Alcohol intoxication

Definition: : a temporary condition in which excessive consumption of alcohol alters a person's consciousness, cognition, perception, judgment, affect, and/or behavior
Pathophysiology: The majority of alcohol consumed is absorbed by the proximal small intestine. Only a small amount of alcohol gets absorbed by the oral, esophageal, and/or gastric mucosa.
Clinical features

Mild intoxication (BAC 0.01–0.1%, < 100 mg/dL)	Moderate intoxication (BAC 0.1–0.3%, 10–300 mg/dL)	Severe intoxication (BAC > 0.3%; > 300 mg/dL)
Increased agitation, euphoria, disinhibition, urge to speak, impaired judgment Unsteady gait and difficulties standing upright Skin flushing Mild tachycardia and hypotension	Pronounced disinhibition Significant reduction of attention, responsiveness, alertness, and reaction time Impaired vision and sound localization Increasing unsteadiness of gait and slurred speech Dizziness Psychomotor agitation Nausea and vomiting Amnestic gaps (blackouts)	Delusions and hallucinations Severe dysarthria Nausea and vomiting Ataxia Nystagmus Alcoholic coma (usually occurs at BAC levels 0.40–0.50%) including: Severely impaired consciousness Lack of response to external stimuli Absent airway defense reflexes and respiratory depression

In the US, the maximum legal limit for driving under the influence of alcohol is a BAC of 0.08%.

Because alcohol has a long absorption time (approx. 40 min), patients with alcohol intoxication may deteriorate over time.

Treatment
- Agitation and/or aggression management
  - Sedation with benzodiazepines or typical antipsychotics (e.g., haloperidol)
  - Mechanical restraints may be used for individuals who pose a danger to themselves and/or others if de-escalation and medication strategies have been unsuccessful.
- Aggressive fluid therapy
- Thiamine: for Wernicke encephalopathy prophylaxis or treatment
- Correction of electrolyte disbalance, hypoglycemia, and hypothermia
- Thorough assessment for occult trauma (e.g., imaging), if suspected

Haloperidol may worsen respiratory depression secondary to alcohol intoxication!
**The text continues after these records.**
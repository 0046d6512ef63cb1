export * from './gravity.js';
export * from './relativity.js';
export * from './nonGravLaw.js';
export * from './nonGrav.js';
export * from './radiationPressure.js';
export * from './forceModel.js';
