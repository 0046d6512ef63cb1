/**
 * Radial laws g(r) that scale the non-gravitational parameters A1, A2, A3.
 *
 * 'comet-water': the water-ice sublimation law of Marsden, Sekanina & Yeomans 1973
 * (AJ 78, 211, eq. 4 and its constants):
 *   g(r) = α (r/r0)^(−m) (1 + (r/r0)^n)^(−k),
 *   α = 0.111262, r0 = 2.808 au, m = 2.15, n = 5.093, k = 4.6142, so that g(1 au) ≈ 1.
 * 'inverse-square': g(r) = (1 au / r)², the transverse thermal-drift (Yarkovsky-type) law
 * with exponent d = 2 of Farnocchia et al. 2013 (Icarus 224, 1, eq. 3: a_t = A2 (r0/r)^d,
 * r0 = 1 au).
 */
export type NonGravLaw = 'comet-water' | 'inverse-square';

/** Marsden, Sekanina & Yeomans 1973 constants (AJ 78, 211). */
export const MSY_ALPHA = 0.111262;
export const MSY_R0_AU = 2.808;
export const MSY_M = 2.15;
export const MSY_N = 5.093;
export const MSY_K = 4.6142;

/** g(r) for the comet water-ice law; r in au. */
export function marsdenG(rAu: number): number {
  const u = rAu / MSY_R0_AU;
  return MSY_ALPHA * Math.pow(u, -MSY_M) * Math.pow(1 + Math.pow(u, MSY_N), -MSY_K);
}

/**
 * g(r) and dg/dr (per au) of a law, written to out[o], out[o + 1].
 * d/dr of the comet law: g · (−m/r − k n uⁿ / (r (1 + uⁿ))), u = r/r0.
 */
export function nonGravG(law: NonGravLaw, rAu: number, out: Float64Array, o = 0): void {
  if (law === 'inverse-square') {
    const inv = 1 / rAu;
    out[o] = inv * inv;
    out[o + 1] = -2 * inv * inv * inv;
    return;
  }
  const u = rAu / MSY_R0_AU;
  const un = Math.pow(u, MSY_N);
  const g = MSY_ALPHA * Math.pow(u, -MSY_M) * Math.pow(1 + un, -MSY_K);
  out[o] = g;
  out[o + 1] = g * (-MSY_M / rAu - (MSY_K * MSY_N * un) / (rAu * (1 + un)));
}
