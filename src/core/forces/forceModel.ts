/**
 * The force model for N massless test bodies, as a second-order system for the Gauss–Radau
 * integrator, with optional variational equations.
 *
 * Frame: heliocentric J2000 ecliptic, au, au/day, time JD (TDB). Heliocentric rather than
 * barycentric because the Ephemeris answers heliocentric states directly (no Sun state to
 * compute at every substep), and the Sun-centred forces (relativity, non-gravitational,
 * radiation pressure) need the heliocentric position anyway. The price is the indirect term
 * −Σ μ_j r_j/|r_j|³ (Murray & Dermott 1999, eq. 6.8), computed once per substep for all bodies.
 *
 * Layout of the integrated vector (dim numbers in x and in v):
 *   [0, 3N)        body positions (velocities in v);
 *   [3N, 3N + 30N) with variational equations on: for body k, 10 deviation vectors at
 *                  3N + 3(10k + j): j = 0..5 the columns of the 6×6 state transition matrix
 *                  (initial deviation = unit vector j of (r, v)), j = 6..9 the partials with
 *                  respect to A1, A2, A3 (au/day²) and A/m (m²/kg) (initial deviation 0).
 * Variational equations (common practice, e.g. Milani & Gronchi 2010, Theory of Orbit
 * Determination, sec. 5.1 (section from memory)):
 *   δr'' = (∂a/∂r) δr + (∂a/∂v) δv + ∂a/∂p.
 *
 * Per-body parameters, 4 numbers per body: A1, A2, A3 (au/day²) and A/m (m²/kg).
 */
import type { Ephemeris, EphemerisBody } from '../types.js';
import { C_AU_PER_DAY, GM_SUN_AU3_PER_DAY2, planetGmAu3PerDay2, type PlanetName } from '../constants.js';
import type { SecondOrderSystem } from '../integrate/gaussRadau.js';
import { addPointMassAcceleration } from './gravity.js';
import { addSchwarzschildAcceleration } from './relativity.js';
import { addNonGravAcceleration, NONGRAV_SCRATCH } from './nonGrav.js';
import type { NonGravLaw } from './nonGravLaw.js';
import { addRadiationPressure } from './radiationPressure.js';

/** Distinct times whose planet states are kept (the eight substep times of a step). */
const PLANET_SLOTS = 8;

/** Number of per-body parameters: A1, A2, A3, A/m. */
export const PARAMS_PER_BODY = 4;
/** Deviation vectors per body when variational equations are on: 6 STM columns + 4 params. */
export const VARIATIONS_PER_BODY = 6 + PARAMS_PER_BODY;

export interface ForceModelOptions {
  /** Perturbing planets (Newtonian point masses). Default none. */
  planets?: readonly PlanetName[];
  /** Planet positions; required when `planets` is not empty. */
  ephemeris?: Ephemeris | null;
  /** The Sun's first post-Newtonian term. Default false. */
  relativity?: boolean;
  /** Radial law of the A1, A2, A3 acceleration. Default 'comet-water'. */
  nonGravLaw?: NonGravLaw;
  /** Radiation pressure coefficient C_R (1 = absorber). Default 1. */
  radiationPressureCoefficient?: number;
  /** Integrate the variational equations alongside. Default false. */
  variational?: boolean;
  /** GM of the Sun, au³/day². Default GM_SUN_AU3_PER_DAY2. */
  sunGm?: number;
}

export class TestBodyForceModel implements SecondOrderSystem {
  readonly dim: number;
  readonly errorDim: number;
  readonly nBodies: number;
  readonly variational: boolean;
  readonly planets: readonly PlanetName[];
  private readonly planetBodies: EphemerisBody[];
  private readonly planetGm: Float64Array;
  private readonly eph: Ephemeris | null;
  private readonly relativity: boolean;
  private readonly law: NonGravLaw;
  private readonly cr: number;
  private readonly params: Float64Array;
  private readonly hasNonGrav: Uint8Array; // per body
  private readonly hasRadiation: Uint8Array;
  private readonly sunGm: number;
  private readonly gradR = new Float64Array(9);
  private readonly gradV = new Float64Array(9);
  private readonly partials = new Float64Array(3 * PARAMS_PER_BODY);
  private readonly scratch = new Float64Array(NONGRAV_SCRATCH);
  // Planet states and indirect terms at the last PLANET_SLOTS distinct times: the
  // predictor–corrector revisits the same eight substep times 2–12 times per step.
  private readonly slotTimes = new Float64Array(PLANET_SLOTS).fill(NaN);
  private readonly slotStates: Float64Array;
  private readonly slotIndirect = new Float64Array(3 * PLANET_SLOTS);
  private nextSlot = 0;

  constructor(nBodies: number, params: Float64Array | null, options: ForceModelOptions = {}) {
    if (!Number.isInteger(nBodies) || nBodies < 1) throw new RangeError(`force model: bad body count ${nBodies}`);
    this.nBodies = nBodies;
    this.variational = options.variational ?? false;
    this.errorDim = 3 * nBodies;
    this.dim = this.errorDim * (this.variational ? 1 + VARIATIONS_PER_BODY : 1);
    this.planets = [...(options.planets ?? [])];
    this.eph = options.ephemeris ?? null;
    if (this.planets.length > 0 && this.eph === null) {
      throw new TypeError('force model: planets requested but no ephemeris given');
    }
    // The 'earth' GM is that of the Earth–Moon system, so it acts from the barycentre.
    this.planetBodies = this.planets.map((p) => (p === 'earth' ? 'emb' : p));
    this.planetGm = Float64Array.from(this.planets.map((p) => planetGmAu3PerDay2(p)));
    this.slotStates = new Float64Array(PLANET_SLOTS * 6 * this.planets.length);
    this.relativity = options.relativity ?? false;
    this.law = options.nonGravLaw ?? 'comet-water';
    this.cr = options.radiationPressureCoefficient ?? 1;
    this.sunGm = options.sunGm ?? GM_SUN_AU3_PER_DAY2;
    if (!(this.sunGm > 0 && Number.isFinite(this.sunGm))) throw new RangeError(`force model: bad sunGm ${this.sunGm}`);
    this.planets.forEach((p, j) => {
      if (!(this.planetGm[j] > 0)) throw new RangeError(`force model: unknown planet '${p}'`);
    });
    if (!(this.cr >= 0) || !Number.isFinite(this.cr)) throw new RangeError(`force model: bad C_R ${this.cr}`);
    this.params = new Float64Array(PARAMS_PER_BODY * nBodies);
    if (params !== null) {
      if (params.length !== this.params.length) {
        throw new RangeError(`force model: ${params.length} parameters, expected ${this.params.length}`);
      }
      for (let i = 0; i < params.length; i++) {
        if (!Number.isFinite(params[i])) throw new RangeError(`force model: non-finite parameter ${i}: ${params[i]}`);
      }
      this.params.set(params);
    }
    this.hasNonGrav = new Uint8Array(nBodies);
    this.hasRadiation = new Uint8Array(nBodies);
    for (let k = 0; k < nBodies; k++) {
      const o = PARAMS_PER_BODY * k;
      // With variational equations on, the terms stay on (their partials are wanted at 0).
      this.hasNonGrav[k] = this.variational || this.params[o] !== 0 || this.params[o + 1] !== 0 || this.params[o + 2] !== 0 ? 1 : 0;
      this.hasRadiation[k] = this.variational || this.params[o + 3] !== 0 ? 1 : 0;
    }
  }

  /**
   * Planet positions and the indirect term at time t: the slot holding them is returned
   * (positions of planet j at slotStates[6·(slot·planets + j)], the indirect term at
   * slotIndirect[3·slot]), read again when t was seen among the last PLANET_SLOTS times, else
   * filled from the ephemeris (all planets once per time, shared by all bodies; positions
   * only when the ephemeris offers helioPositions, bit for bit those of helioState).
   */
  private updatePlanets(tJd: number): number {
    for (let k = 0; k < PLANET_SLOTS; k++) if (this.slotTimes[k] === tJd) return k;
    const k = this.nextSlot;
    this.nextSlot = (k + 1) % PLANET_SLOTS;
    const np = this.planetBodies.length;
    const ps = this.slotStates;
    const base = 6 * np * k;
    const eph = this.eph!;
    if (eph.helioPositions) eph.helioPositions(this.planetBodies, tJd, ps, base, 6);
    else for (let j = 0; j < np; j++) eph.helioState(this.planetBodies[j], tJd, ps, base + 6 * j);
    let ix = 0, iy = 0, iz = 0;
    for (let j = 0; j < np; j++) {
      const o = base + 6 * j;
      const x = ps[o], y = ps[o + 1], z = ps[o + 2];
      const r2 = x * x + y * y + z * z;
      const f = this.planetGm[j] / (r2 * Math.sqrt(r2));
      ix -= f * x; iy -= f * y; iz -= f * z;
    }
    this.slotTimes[k] = tJd;
    this.slotIndirect[3 * k] = ix; this.slotIndirect[3 * k + 1] = iy; this.slotIndirect[3 * k + 2] = iz;
    return k;
  }

  accel(tJd: number, x: Float64Array, v: Float64Array, out: Float64Array): void {
    const np = this.planetBodies.length;
    const slot = np > 0 ? this.updatePlanets(tJd) : 0;
    const ps = this.slotStates;
    const pBase = 6 * np * slot;
    const ind = this.slotIndirect;
    const indX = ind[3 * slot], indY = ind[3 * slot + 1], indZ = ind[3 * slot + 2];
    const variational = this.variational;
    const gradR = variational ? this.gradR : null;
    const gradV = variational ? this.gradV : null;
    const partials = variational ? this.partials : null;
    const nb = this.nBodies;
    for (let k = 0; k < nb; k++) {
      if (!variational && this.hasNonGrav[k] === 0 && this.hasRadiation[k] === 0) {
        this.gravityOnly(k, x, v, out, ps, pBase, indX, indY, indZ);
        continue;
      }
      const o = 3 * k;
      const rx = x[o], ry = x[o + 1], rz = x[o + 2];
      out[o] = 0; out[o + 1] = 0; out[o + 2] = 0;
      if (variational) { this.gradR.fill(0); this.gradV.fill(0); this.partials.fill(0); }
      addPointMassAcceleration(this.sunGm, rx, ry, rz, out, o, gradR);
      for (let j = 0; j < np; j++) {
        const q = pBase + 6 * j;
        addPointMassAcceleration(this.planetGm[j], rx - ps[q], ry - ps[q + 1], rz - ps[q + 2], out, o, gradR);
      }
      if (np > 0) {
        out[o] += indX; out[o + 1] += indY; out[o + 2] += indZ;
      }
      if (this.relativity) {
        addSchwarzschildAcceleration(this.sunGm, C_AU_PER_DAY, rx, ry, rz, v[o], v[o + 1], v[o + 2],
          out, o, gradR, gradV);
      }
      const pp = PARAMS_PER_BODY * k;
      if (this.hasNonGrav[k]) {
        addNonGravAcceleration(this.law, this.params[pp], this.params[pp + 1], this.params[pp + 2],
          x, v, o, out, o, gradR, gradV, partials, 0, this.scratch);
      }
      if (this.hasRadiation[k]) {
        addRadiationPressure(this.params[pp + 3], this.cr, x, o, out, o, gradR, partials, 9);
      }
      if (variational) this.variationalAccel(k, x, v, out);
    }
  }

  /**
   * Body k with gravity (and the 1PN term) only, no gradients: the same operations in the
   * same order as addPointMassAcceleration and addSchwarzschildAcceleration on out[], summed
   * in locals and stored once (bit for bit the same accelerations, tested).
   */
  private gravityOnly(k: number, x: Float64Array, v: Float64Array, out: Float64Array, ps: Float64Array, pBase: number,
    indX: number, indY: number, indZ: number): void {
    const o = 3 * k;
    const rx = x[o], ry = x[o + 1], rz = x[o + 2];
    let ax = 0, ay = 0, az = 0;
    {
      const d2 = rx * rx + ry * ry + rz * rz;
      const d = Math.sqrt(d2);
      const f = this.sunGm / (d2 * d);
      ax -= f * rx; ay -= f * ry; az -= f * rz;
    }
    const np = this.planetBodies.length;
    const gm = this.planetGm;
    for (let j = 0; j < np; j++) {
      const q = pBase + 6 * j;
      const dx = rx - ps[q], dy = ry - ps[q + 1], dz = rz - ps[q + 2];
      const d2 = dx * dx + dy * dy + dz * dz;
      const d = Math.sqrt(d2);
      const f = gm[j] / (d2 * d);
      ax -= f * dx; ay -= f * dy; az -= f * dz;
    }
    if (np > 0) {
      ax += indX; ay += indY; az += indZ;
    }
    if (this.relativity) {
      // addSchwarzschildAcceleration (relativity.ts), written out.
      const vx = v[o], vy = v[o + 1], vz = v[o + 2];
      const r2 = rx * rx + ry * ry + rz * rz;
      const r = Math.sqrt(r2);
      const v2 = vx * vx + vy * vy + vz * vz;
      const s = rx * vx + ry * vy + rz * vz;
      const mu = this.sunGm;
      const kk = mu / (C_AU_PER_DAY * C_AU_PER_DAY * r2 * r);
      const f = (4 * mu) / r - v2;
      ax += kk * (f * rx + 4 * s * vx);
      ay += kk * (f * ry + 4 * s * vy);
      az += kk * (f * rz + 4 * s * vz);
    }
    out[o] = ax; out[o + 1] = ay; out[o + 2] = az;
  }

  /** δa = (∂a/∂r) δr + (∂a/∂v) δv (+ ∂a/∂p for the parameter columns). */
  private variationalAccel(k: number, x: Float64Array, v: Float64Array, out: Float64Array): void {
    const gr = this.gradR, gv = this.gradV, pa = this.partials;
    const base = this.errorDim + 3 * VARIATIONS_PER_BODY * k;
    for (let j = 0; j < VARIATIONS_PER_BODY; j++) {
      const o = base + 3 * j;
      const dx = x[o], dy = x[o + 1], dz = x[o + 2];
      const dvx = v[o], dvy = v[o + 1], dvz = v[o + 2];
      for (let i = 0; i < 3; i++) {
        out[o + i] = gr[3 * i] * dx + gr[3 * i + 1] * dy + gr[3 * i + 2] * dz
          + gv[3 * i] * dvx + gv[3 * i + 1] * dvy + gv[3 * i + 2] * dvz;
      }
      if (j >= 6) {
        const q = 3 * (j - 6);
        out[o] += pa[q]; out[o + 1] += pa[q + 1]; out[o + 2] += pa[q + 2];
      }
    }
  }

  /** Initial deviation vectors: identity for the STM columns, zero for the parameters. */
  initialVariations(x: Float64Array, v: Float64Array): void {
    if (!this.variational) return;
    x.fill(0, this.errorDim);
    v.fill(0, this.errorDim);
    for (let k = 0; k < this.nBodies; k++) {
      const base = this.errorDim + 3 * VARIATIONS_PER_BODY * k;
      for (let j = 0; j < 3; j++) {
        x[base + 3 * j + j] = 1; // column j: δr = e_j
        v[base + 3 * (j + 3) + j] = 1; // column j+3: δv = e_j
      }
    }
  }

  /**
   * Reads body k's 6×6 state transition matrix (row-major, ∂(r,v)(t)/∂(r,v)(t0)) and its
   * 6×4 parameter partials (row-major, ∂(r,v)(t)/∂(A1,A2,A3,A/m)) from an integrated vector.
   */
  readVariations(k: number, x: Float64Array, v: Float64Array, stm: Float64Array, paramPartials: Float64Array | null): void {
    if (!this.variational) throw new RangeError('force model: variational equations are off');
    const base = this.errorDim + 3 * VARIATIONS_PER_BODY * k;
    for (let j = 0; j < VARIATIONS_PER_BODY; j++) {
      const o = base + 3 * j;
      for (let i = 0; i < 3; i++) {
        if (j < 6) {
          stm[6 * i + j] = x[o + i];
          stm[6 * (i + 3) + j] = v[o + i];
        } else if (paramPartials !== null) {
          paramPartials[PARAMS_PER_BODY * i + (j - 6)] = x[o + i];
          paramPartials[PARAMS_PER_BODY * (i + 3) + (j - 6)] = v[o + i];
        }
      }
    }
  }
}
References:^[1]^[2]^[3]^[4]^[5]^[6]^[7]^[8]

Alcohol use disorder

AUD is a chronic condition in which an uncontrolled pattern of alcohol use leads to significant physical, psychological, and social impairment or distress. Not all individuals who drink heavily develop AUD, and not all individuals with AUD have a history of heavy alcohol use.

Epidemiology

Alcohol consumption results in > 3 million deaths worldwide per year.
Prevalence ^[9]
- US lifetime prevalence is ∼ 29%
- More common in Native Americans and Alaska Natives than in other US ethnicities
Peak incidence: 21–34 years
Sex: ♂ > ♀ (2.5:1) ^[10]
Associated comorbidities
- Childhood ADHD
- Conduct disorder
- Personality disorders (most commonly borderline personality disorder)
- Anxiety, mood disorders (e.g., depression, bipolar disorder), and psychosis
- Other substance-related disorders (e.g., stimulants, sedatives, cannabis, and other)
- Cognitive dysfunction

References: ^[11]^[9]^[12]^[13]^[14]

Etiology

Genetic factors
Neurobiological factors
Psychosocial factors
- Family history of AUD ^[15]
- Environmental influence: e.g., social pressure to consume alcohol

References:^[12]^[16]

Diagnostics

Diagnosis of AUD begins with a screening test, which is followed by a confirmatory test based on patient history. Commonly used screening tests include AUDIT-C and CAGE tests. Diagnosis is confirmed if the patient history meets the DSM-V criteria for AUD.

Screening

AUDIT-C test
- Three questions based on the Alcohol Use Disorders Identification Test (AUDIT)
- Evaluation
  - Every response is given a score from 0 to 4 points.
  - The total score can range from 0 to 12.
  - A positive test suggests the presence of an alcohol use disorder.
    - ≥ 4 in men
    - ≥ 3 in women

Question	Response	Score
How often did you have a drink containing alcohol in the past year?	Never	0
	≤ Monthly	1
	2–4 times a month	2
	2–3 times a week	3
	≥ 4 times a week	4
How many drinks did you have on a typical day when you were drinking in the past year?	1–2	0
	3–4	1
	5–6	2
	7–9	3
	≥ 10	4
How often did you have ≥ 6 drinks on one occasion in the past year?	Never	0
	< Once per month	1
	Monthly	2
	Weekly	3
	Daily or almost daily	4

CAGE test
- A series of four questions (CAGE) is used to screen for AUD
  1. Cut down drinking: Have you ever felt you should cut down on your drinking?
  2. Annoyed: Have people annoyed you by criticizing your drinking?
  3. Guilty: Have you ever felt guilty about drinking?
  4. Eye-opener: Have you ever felt you needed a drink first thing in the morning (eye-opener) to steady your nerves or to overcome a hangover?
- Every “yes” response counts as one point.
- The CAGE test is considered positive for AUD if ≥ 2 questions are answered in the affirmative.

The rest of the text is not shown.